# Status of the 921?



## SParker (Apr 27, 2002)

Any idea when this puppy is coming out? Also still no idea what the cost will be? I am thinking about getting one of these before I get a HD set.


----------



## Frapp (Apr 23, 2002)

Expect Dish to release about 1000 units around the country maybe late summer or early fall. This way, they can have paying customers beta test for them while they track the units performance. 

I would not expect a 921 to be readily available for purchase by the general public until close ( if not ) the holidays later this year :shrug:


----------



## dmodemd (Jul 5, 2002)

I hate to say that the demand will be so large they wont be able to keep up.... then with all the new people getting HDTVs (esp. around the holidays) the demand will continue to outpace production capacity


----------



## DarrellP (Apr 24, 2002)

Thus keeping the pri$e artificially inflated.


----------



## SParker (Apr 27, 2002)

Hey guys well I went and did it.  I bought a HD ready set today. Any opinions on this one? I hope it is a good one. Its kind of the bargain basements sets at $949.

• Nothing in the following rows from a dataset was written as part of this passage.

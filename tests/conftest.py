"""What several rooms' tests share: the demo's night, run once."""

from __future__ import annotations

from datetime import UTC, datetime
from pathlib import Path

import pytest

from flows.demo import write_demo
from flows.overnight.nightly import run_pass
from flows.overnight.report import PassReport
from flows.site.layout import Site, open_site

NIGHT = datetime(2026, 11, 4, 4, 0, tzinfo=UTC)


@pytest.fixture(scope="session")
def demo_night(tmp_path_factory: pytest.TempPathFactory) -> tuple[Site, PassReport]:
    """The demo site after its night. Tests only read it."""
    root: Path = tmp_path_factory.mktemp("demo") / "site"
    write_demo(root)
    site = open_site(root)
    return site, run_pass(site, lambda: NIGHT)
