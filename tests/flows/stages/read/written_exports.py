"""Writes plates as exports in any shape and notation, so that the tests can read them back.

Written on its own: nothing here comes from the code under test but the profile record.
"""

from __future__ import annotations

import csv
import datetime as dt
import io
from dataclasses import dataclass, field
from typing import Any

import openpyxl

from models.records.export_profile import ExportProfile

LETTERS = "ABCDEFGHIJKLMNOP"
CODECS = {"utf-8": "utf-8", "utf-8 with BOM": "utf-8-sig", "utf-16": "utf-16", "latin-1": "latin-1"}
START = dt.datetime(2026, 3, 2, 21, 15, 0, tzinfo=dt.UTC)
OVERFLOW, MISSING = "OVER", "n/a"


@dataclass(frozen=True)
class Plate:
    """Signals as text, by well and read; `times_s` as the instrument counted them."""

    wells: list[tuple[int, int]]
    times_s: list[float]
    cells: dict[tuple[int, int], list[str]]
    temperatures: list[str] | None = None


@dataclass(frozen=True)
class Style:
    shape: str
    notation: str = "s"
    decimal: str = "."
    delimiter: str = ","
    encoding: str = "utf-8"
    newline: str = "\n"
    well_style: str = "A1"
    container: str = "text"
    blank_rows: bool = False
    trailing: bool = False
    unit_word: str = "µ-plate"
    extra: dict[str, Any] = field(default_factory=dict)


def well_text(well: tuple[int, int], style: str) -> str:
    row, column = well
    if style == "A1":
        return f"{LETTERS[row - 1]}{column}"
    return f"{LETTERS[row - 1]}{column:02d}" if style == "A01" else f"R{row}C{column:02d}"


def time_text(time_s: float, notation: str, decimal: str) -> str:
    whole = round(time_s)
    minutes, seconds = divmod(whole, 60)
    hours, over = divmod(minutes, 60)
    texts = {
        "s": lambda: repr(time_s),
        "ms": lambda: repr(time_s * 1000),
        "min": lambda: repr(time_s / 60),
        "h": lambda: repr(time_s / 3600),
        "mm:ss": lambda: f"{minutes:02d}:{seconds:02d}",
        "hh:mm:ss": lambda: f"{hours}:{over:02d}:{seconds:02d}",
        "timestamp": lambda: (START + dt.timedelta(seconds=whole)).strftime("%d.%m.%Y %H:%M:%S"),
    }
    text = texts[notation]()
    return text.replace(".", decimal) if notation in ("s", "ms", "min", "h") else text


def write(plate: Plate, style: Style) -> tuple[bytes, ExportProfile]:
    """The export's bytes and the profile that describes it."""
    rows = [["Barcode: P7", ""], [style.unit_word], []]
    rows += _interleaved(_table(plate, style), style.blank_rows)
    if style.trailing:
        rows += [[], ["Averages"], ["all", "0", "1"]]
    return _render(rows, style), _profile(plate, style)


def cell_at(content: bytes, style: Style, row: int, column: int) -> str:
    """What stands at a line and field of the file, read without the code under test."""
    if style.container == "xlsx":
        sheet = openpyxl.load_workbook(io.BytesIO(content)).worksheets[0]
        value = sheet.cell(row, column).value
        return "" if value is None else str(value)
    text = content.decode(CODECS[style.encoding])
    line = text.split(style.newline)[row - 1]
    return next(csv.reader([line], delimiter=style.delimiter))[column - 1]


def _table(plate: Plate, style: Style) -> list[list[str]]:
    times = [time_text(time_s, style.notation, style.decimal) for time_s in plate.times_s]
    warmth = plate.temperatures
    names = {well: well_text(well, style.well_style) for well in plate.wells}
    if style.shape == "wide":
        head = [["Time", *(["Temp"] if warmth else []), *names.values()]]
        return head + [
            [times[n], *([warmth[n]] if warmth else []), *(plate.cells[well][n] for well in plate.wells)]
            for n in range(len(times))
        ]
    if style.shape == "wells_by_rows":
        body = [[names[well], *plate.cells[well]] for well in plate.wells]
        return [["Well", *times], *body, *([["Temp", *warmth]] if warmth else [])]
    if style.shape == "long":
        head = [["Well", "Time", "Signal", *(["Temp"] if warmth else [])]]
        return head + [
            [names[well], times[n], plate.cells[well][n], *([warmth[n]] if warmth else [])]
            for n in range(len(times))
            for well in plate.wells
        ]
    columns = sorted({column for _, column in plate.wells})
    grids: list[list[str]] = []
    for n, time in enumerate(times):
        grids += [["Read at", time, *([f"T={warmth[n]}"] if warmth else [])], ["", *map(str, columns)]]
        for row in sorted({row for row, _ in plate.wells}):
            grids.append([LETTERS[row - 1], *(plate.cells[row, column][n] for column in columns)])
    return grids


def _interleaved(rows: list[list[str]], blank_rows: bool) -> list[list[str]]:
    return [each for row in rows for each in (row, [""] * len(row))] if blank_rows else rows


def _render(rows: list[list[str]], style: Style) -> bytes:
    if style.container == "xlsx":
        book = openpyxl.Workbook()
        for row in rows:
            book.worksheets[0].append(row)
        stream = io.BytesIO()
        book.save(stream)
        return stream.getvalue()
    text = io.StringIO()
    writer = csv.writer(text, delimiter=style.delimiter, lineterminator=style.newline)
    writer.writerows(rows)
    return text.getvalue().encode(CODECS[style.encoding])


def _profile(plate: Plate, style: Style) -> ExportProfile:
    separated = r"[,;|\t]"
    shape: dict[str, Any] = {
        "wide": {"columns": {"time": "Time"}, "table": {"header": "^Time"}},
        "long": {
            "columns": {"well": "Well", "time": "Time", "signal": "Signal"},
            "table": {"header": "^Well"},
        },
        "wells_by_rows": {"columns": {"well": "Well"}, "table": {"header": "^Well"}},
        "grids": {"time": {"pattern": rf'^Read at{separated}"?(?P<time>[\d:. ,]*\d)'}, "table": {}},
    }[style.shape]
    time = {"notation": style.notation, **shape.pop("time", {})}
    if style.notation == "timestamp":
        time["format"] = "%d.%m.%Y %H:%M:%S"
    warmth: dict[str, Any] = {}
    if plate.temperatures and style.shape in ("wide", "long"):
        shape["columns"]["temperature"] = "Temp"
    elif plate.temperatures and style.shape == "grids":
        warmth = {"pattern": r"T=(?P<temperature>[\d.,]*\d)"}
    elif plate.temperatures:
        warmth = {"row": "Temp"}
    if style.trailing:
        shape["table"]["end_pattern"] = "^Averages"
    content = {
        "shape": style.shape,
        "container": style.container,
        "detect": {"head": ["^Barcode"]},
        "plate": {"id_in_preamble": r"Barcode: (?P<plate_id>\w+)"},
        "time": time,
        "temperature": warmth,
        "values": {"decimal": style.decimal, "overflow": [OVERFLOW], "missing": [MISSING]},
        "wells": {"pattern": r"R(?P<row>\d+)C(?P<column>\d+)"} if style.well_style == "R1C1" else {},
        **shape,
    }
    return ExportProfile.model_validate(content | style.extra)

http://www.samsungusa.com/cgi-bin/nabc/product/b2c_product_detail.jsp?eUser=&prod_id=TXN3071WHFX/XAA


----------



## Lee L (Aug 15, 2002)

That set is OK, I've been considering one myself, check out the Samsung forum at www.hometheaterspot.com for a few service menu tweaks that will vastly improve the picture.


----------



## Chris Blount (Jun 22, 2001)

> _Originally posted by SParker _
> *Hey guys well I went and did it.  I bought a HD ready set today. Any opinions on this one? I hope it is a good one. Its kind of the bargain basements sets at $949.
> 
> http://www.samsungusa.com/cgi-bin/nabc/product/b2c_product_detail.jsp?eUser=&prod_id=TXN3071WHFX/XAA *


Not bad. You won't regret going with a 16X9 screen. The only thing I didn't see is whether or not it actually displays 1080i. However with that size of screen, you may not see much of a difference between 480p and 1080i.


----------



## John Walsh (Apr 22, 2002)

I am sure that you will be happy with it an I certainly agree with going with a 16x9. If I were you then I would get an extended service agreement with it too if hadn't already done so. I have a Toshiba 57x81 that my wife bought me for Christmas in 2001 and last month it crapped out on me. I did not buy the ESP and had to pay about $600.00 to get it fixed. 

BTW that advice on going to the hometheatrespot forums is a great idea. I am a contributing member and get a lot of useful info including other electronics like DVD players, remotes, home automation etc...


----------



## SParker (Apr 27, 2002)

John,

I did get a 4 year extended warranty. 

Chris,

It does do 1080i but not 720p but most receivers can convert 720p to 1080i right?


----------



## SParker (Apr 27, 2002)

Lee,

Thanks for the suggestion it is much appreciated.


----------



## SParker (Apr 27, 2002)

Chris,

I looked at the brochure thing on that samsung site and it says this.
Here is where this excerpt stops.